NESiLLER BOYU SÜREN ALIŞKANLIKLAR

27 Haziran 2012

Beslenme ve diyet hakkındaki efsaneler, tıpkı genetik mirasımız gibi nesilden nesile aktarılıyor. Beslenme konusunda, ailemizden öğrendiğimiz ancak güncelliğini kaybetmiş bazı bilgileri doğrularıyla değiştirme zamanı çoktan geldi

”Yemek saatini bekle, aman iştahın kapanmasın”

Küçükken bu cümleyi sıklıkla duyduğunuza eminim ancak hafif ve kalorisi iyi dengelenmiş bir ara öğün yapmak oldukça sağlıklı. Ara öğünler, kan şekerini dengede tutar ve ana öğünler arasında aşırı acıkmanızı engeller.
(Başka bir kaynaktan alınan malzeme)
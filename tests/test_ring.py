"""Ring all-reduce: the sum, identical bits everywhere, and the traffic of Patarasuk & Yuan
(2009): each of k ranks sends 2(k-1)/k of the vector, up to chunk rounding."""
from __future__ import annotations

import queue
import threading

import numpy as np
import pytest

from shardtrain.transport.ring import (
    ring_allreduce,
    ring_chunks,
    ring_frames,
    ring_send_elements,
    ring_steps,
)

KS = (1, 2, 3, 5, 8)
SIZES = (0, 1, 2, 4, 7, 1000, 10_007)     # odd sizes, and sizes below k


def simulate(inputs: list[np.ndarray], steps=None) -> tuple[list[np.ndarray], np.ndarray]:
    """Run ring_allreduce on k threads joined by queues; return results and elements sent.
    `steps`, when given, collects (direction, step, sent, received) per rank."""
    k = len(inputs)
    bufs = [x.copy() for x in inputs]
    links = {(r, (r + 1) % k): queue.Queue() for r in range(k)}
    sent = np.zeros(k, dtype=np.int64)
    errors = []

    def run(rank):
        def sendrecv(dst, send_view, src, recv_view, direction, step):
            sent[rank] += send_view.size
            if steps is not None:
                steps.setdefault(rank, []).append((direction, step, send_view.size,
                                                   recv_view.size))
            links[rank, dst].put((direction, step, send_view.copy()))
            got_dir, got_step, data = links[src, rank].get(timeout=10)
            assert (got_dir, got_step) == (direction, step)
            recv_view[...] = data
        try:
            ring_allreduce(bufs[rank], rank, k, sendrecv)
        except BaseException as exc:
            errors.append(exc)

    threads = [threading.Thread(target=run, args=(r,)) for r in range(k)]
    for t in threads:
        t.start()
    for t in threads:
        t.join(30)
    if errors:
        raise errors[0]
    return bufs, sent


def test_chunks_are_those_of_numpy_array_split():
    # Reference: numpy.array_split's documented sizes (first size % k chunks one longer).
    for size in SIZES:
        for k in KS:
            want = [len(c) for c in np.array_split(np.arange(size), k)]
            assert np.diff(ring_chunks(size, k)).tolist() == want


@pytest.mark.parametrize("k", KS)
@pytest.mark.parametrize("size", SIZES)
def test_sum_matches_numpy_in_float64(k, size):
    rng = np.random.default_rng(1000 * k + size)
    inputs = [rng.standard_normal(size) for _ in range(k)]
    results, _ = simulate(inputs)
    exact = np.sum(inputs, axis=0)        # reference: numpy's sum, to rounding
    for r in results:
        np.testing.assert_allclose(r, exact, rtol=1e-12, atol=1e-12)


@pytest.mark.parametrize("k", KS)
def test_float32_results_have_identical_bits_on_every_rank(k):
    rng = np.random.default_rng(k)
    # Values of very different magnitude make the sum depend on the order of addition.
    inputs = [(rng.standard_normal(1001) * 10.0 ** rng.integers(-6, 6, 1001)).astype(np.float32)
              for _ in range(k)]
    results, _ = simulate(inputs)
    for r in results:
        assert r.tobytes() == results[0].tobytes()
    np.testing.assert_allclose(results[0], np.sum(np.array(inputs, np.float64), axis=0),
                               rtol=1e-5, atol=1e-5 * np.abs(inputs).max())


@pytest.mark.parametrize("k", KS)
@pytest.mark.parametrize("size", SIZES)
def test_traffic_is_two_k_minus_one_over_k_and_predicted_exactly(k, size):
    inputs = [np.ones(size) for _ in range(k)]
    _, sent = simulate(inputs)
    np.testing.assert_array_equal(sent, ring_send_elements(size, k))
    # Patarasuk & Yuan 2009: 2(k-1)/k of the vector per rank; the two chunks a rank does not
    # send differ from size/k by less than one element each.
    assert np.all(np.abs(sent - 2 * (k - 1) / k * size) < 2)


@pytest.mark.parametrize("k", KS)
@pytest.mark.parametrize("size", (3, 1000, 10_007))
def test_ring_steps_describe_what_the_algorithm_does(k, size):
    steps = {}
    simulate([np.ones(size) for _ in range(k)], steps)
    for r in range(k):
        assert steps.get(r, []) == ring_steps(size, k, r)
        assert len(ring_steps(size, k, r)) == ring_frames(k)


def test_rejects_non_contiguous_buffers():
    with pytest.raises(ValueError, match="contiguous 1-D"):
        ring_allreduce(np.zeros(10)[::2], 0, 2, lambda *a: None)
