def test_an_emulated_run_is_never_faster_than_its_link_alone(grid_survey, tmp_path):
    """The link emulation holds every frame until latency + 8 bytes / bandwidth after its
    call began (transport/link.py), so each worker's training step lasts at least the sum
    of its own calls' link times: the forecast of the same plan with free compute and no
    per-call cost is a lower bound of every measured epoch_s."""
    from shardtrain.data.graph import fingerprint
    from shardtrain.plan.shards import save_shards
    from shardtrain.train.coordinator import train_partitioned
    from shardtrain.train.settings import TrainSettings

    k, gbps, lat = 2, 0.02, 2000.0
    graph = _grid_graph()
    save_shards(tmp_path / "s", _grid_shards(k),
                meta={"method": "range", "seed": 0, "graph_fingerprint": fingerprint(graph),
                      "num_edges": graph.num_edges})
    plan = next(p for p in grid_survey["plans"] if p["workers"] == k)
    free = [{"step_cpu_s": 1e-12, "eval_cpu_s": 1e-12}] * k
    bound = fc.forecast_plan(plan, grid_survey["model"], link_gbps=gbps, latency_us=lat,
                             calibration=FAST, measured_compute=free, classes=4)
    own_link = max(w["exchange_s"] + w["allreduce_s"] for w in bound["per_worker"])
    assert own_link > 4 * lat * 1e-6             # 2 hops + 2 ring steps at least
    res = train_partitioned(tmp_path / "s", TrainSettings(hidden=16, epochs=3),
                            link=LinkModel(gbps, lat))
    assert all(e["epoch_s"] >= own_link for e in res.epochs), (own_link, res.epochs)


def test_halo_row_moves_are_counted_at_their_own_speeds(monkeypatch):
    """Hand-worked (common practice): one layer 8 -> 2, float32, worker 0 sends 30 rows
    and gets 30 gradient rows back: 30 x 2 x 4 = 240 bytes gathered forward and 240 bytes
    added at scattered rows backward; every other kernel free."""
    _no_overhead(monkeypatch)
    cal = from_flops(1e9)
    for section, key in (("dense", "flops_per_s"), ("sparse", "nnz_cols_per_s")):
        cal[section][0][key] = 1e30
    cal["elementwise"]["bytes_per_s"] = 1e30
    cal["dropout_masks"]["elements_per_s"] = 1e30
    cal["row_moves"] = {"gather_bytes_per_s": 1e3, "scatter_add_bytes_per_s": 1e2}
    model = model_doc([(8, 2)])
    plan = hand_plan([[0, 30], [30, 0]], owned=[100, 100], local_edges=[300, 300], params=16)
    out = fc.forecast_plan(plan, model, link_gbps=10, latency_us=0, calibration=cal)
    assert out["compute_parts_s"]["row_moves"] == pytest.approx(240 / 1e3 + 240 / 1e2,
                                                                rel=1e-6)


def test_all_shards_are_timed_at_once_one_process_each(tmp_path):
    """calibrate.shards_step_seconds: one result per shard of the networkx grid, in worker
    order, each from its own process (structure only, no timing claim)."""
    from shardtrain.data.graph import fingerprint
    from shardtrain.forecast.calibrate import shards_step_seconds
    from shardtrain.plan.shards import save_shards
    from shardtrain.train.settings import TrainSettings

    graph = _grid_graph()
    save_shards(tmp_path / "s", _grid_shards(2),
                meta={"method": "range", "seed": 0, "graph_fingerprint": fingerprint(graph),
                      "num_edges": graph.num_edges})
    out = shards_step_seconds(tmp_path / "s", TrainSettings(hidden=16), 4, 2, epochs=2)
    assert [r["worker"] for r in out] == [0, 1]
    assert all(r["step_cpu_s"] > 0 and len(r["step_cpu_s_all"]) == 2 for r in out)


def test_cli_forecast_measures_compute_on_the_plans_shards(run_cli, tmp_path):
    """--measure-compute on Zachary's karate club (1977, shipped with networkx): every
    plan's compute comes from its shards' measured training step."""
    g = nx.karate_club_graph()
    n = g.number_of_nodes()
    labels = np.array([g.nodes[v]["club"] == "Officer" for v in range(n)], dtype=np.int64)
    path = tmp_path / "karate.npz"
    np.savez(path, edges=np.array(g.edges(), dtype=np.int64), num_vertices=n,
             features=np.eye(n, dtype=np.float32), labels=labels)
    out = tmp_path / "f.json"
    r = run_cli("forecast", path, "--workers", "1,2", "--method", "range", "--link-gbps",
                "1", "--flops-per-worker", "1e9", "--measure-compute", "--json", out)
    assert r.returncode == 0, r.stderr
    doc = json.loads(out.read_text())
    assert doc["compute_measured"] is True
    assert [(p["workers"], p["compute_source"]) for p in doc["plans"]] == \
        [(1, "measured"), (2, "measured")]


def test_cli_measure_compute_refuses_a_survey_json(run_cli, survey_json):
    r = run_cli("forecast", survey_json, "--measure-compute", "--flops-per-worker", "1e9")
    assert r.returncode == 2 and len(r.stderr.strip().splitlines()) == 1
    assert "--measure-compute" in r.stderr


def test_hand_worked_plan_under_a_halo_scheme(monkeypatch):
    """The two-worker plan above with int8 halo rows (plan/schemes.py: a row of width w is
    w + 4 bytes): worker 0's forward frame is 30 x (2 + 4) = 180 payload bytes + one int8
    header, and so is worker 1's backward frame; the evaluation forward stays float32
    (240 bytes). With P = 0.5 the training frames carry half the rows (the expectation)."""
    _no_overhead(monkeypatch)
    plan = hand_plan([[0, 30], [10, 0]], owned=[100, 100], local_edges=[300, 300], params=16)
    gbps, lat = 0.01, 50.0
    exact = fc.forecast_plan(plan, model_doc([(8, 2)]), link_gbps=gbps, latency_us=lat,
                             calibration=FAST, dropout=0.0)
    for keep in (1.0, 0.5):
        model = dict(model_doc([(8, 2)]), halo_scheme={"halo_keep": keep,
                                                       "halo_format": "int8"})
        out = fc.forecast_plan(plan, model, link_gbps=gbps, latency_us=lat,
                               calibration=FAST, dropout=0.0)
        hdr = frame_header_bytes("int8", (30 * keep, 6))
        one_hop = lat * 1e-6 + (keep * 180 + hdr) * 8 / (gbps * 1e9)
        assert out["exchange_s"] == pytest.approx(2 * one_hop, rel=1e-12)
        assert out["eval_s"] == pytest.approx(exact["eval_s"], rel=1e-12)
        assert out["allreduce_s"] == pytest.approx(exact["allreduce_s"], rel=1e-12)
Çok acıkıp aşırı yemek, hem ihtiyacınızdan fazla kalori almanıza sebep olabilir hem de midenizi yorabilir.

Bilginizi yenileyin: Gün içinde yediklerinizi 5-6 öğüne bölmek, daha fazla enerji harcamanızı sağlar çünkü her yediğiniz besin için tüm sindirim sistemi çalışır ve yediğinizin yanma enerjisiyle birlikte kilo kontrolü kolaylaşır. Ara öğün yaparak hem kilo kontrolü sağlamak hem de sindirim sisteminizi rahatlatmak daha kolay. Ara öğünler için 100-200 kalorilik seçimler yapmak uygun. Fındık, ceviz, badem gibi yağlı tohumlar, meyve, çiğ sebzeler, yoğurt, süt sağlıklı seçenekler. Vücudunuzu üç saatten daha uzun süre aç bırakmamanız önemli.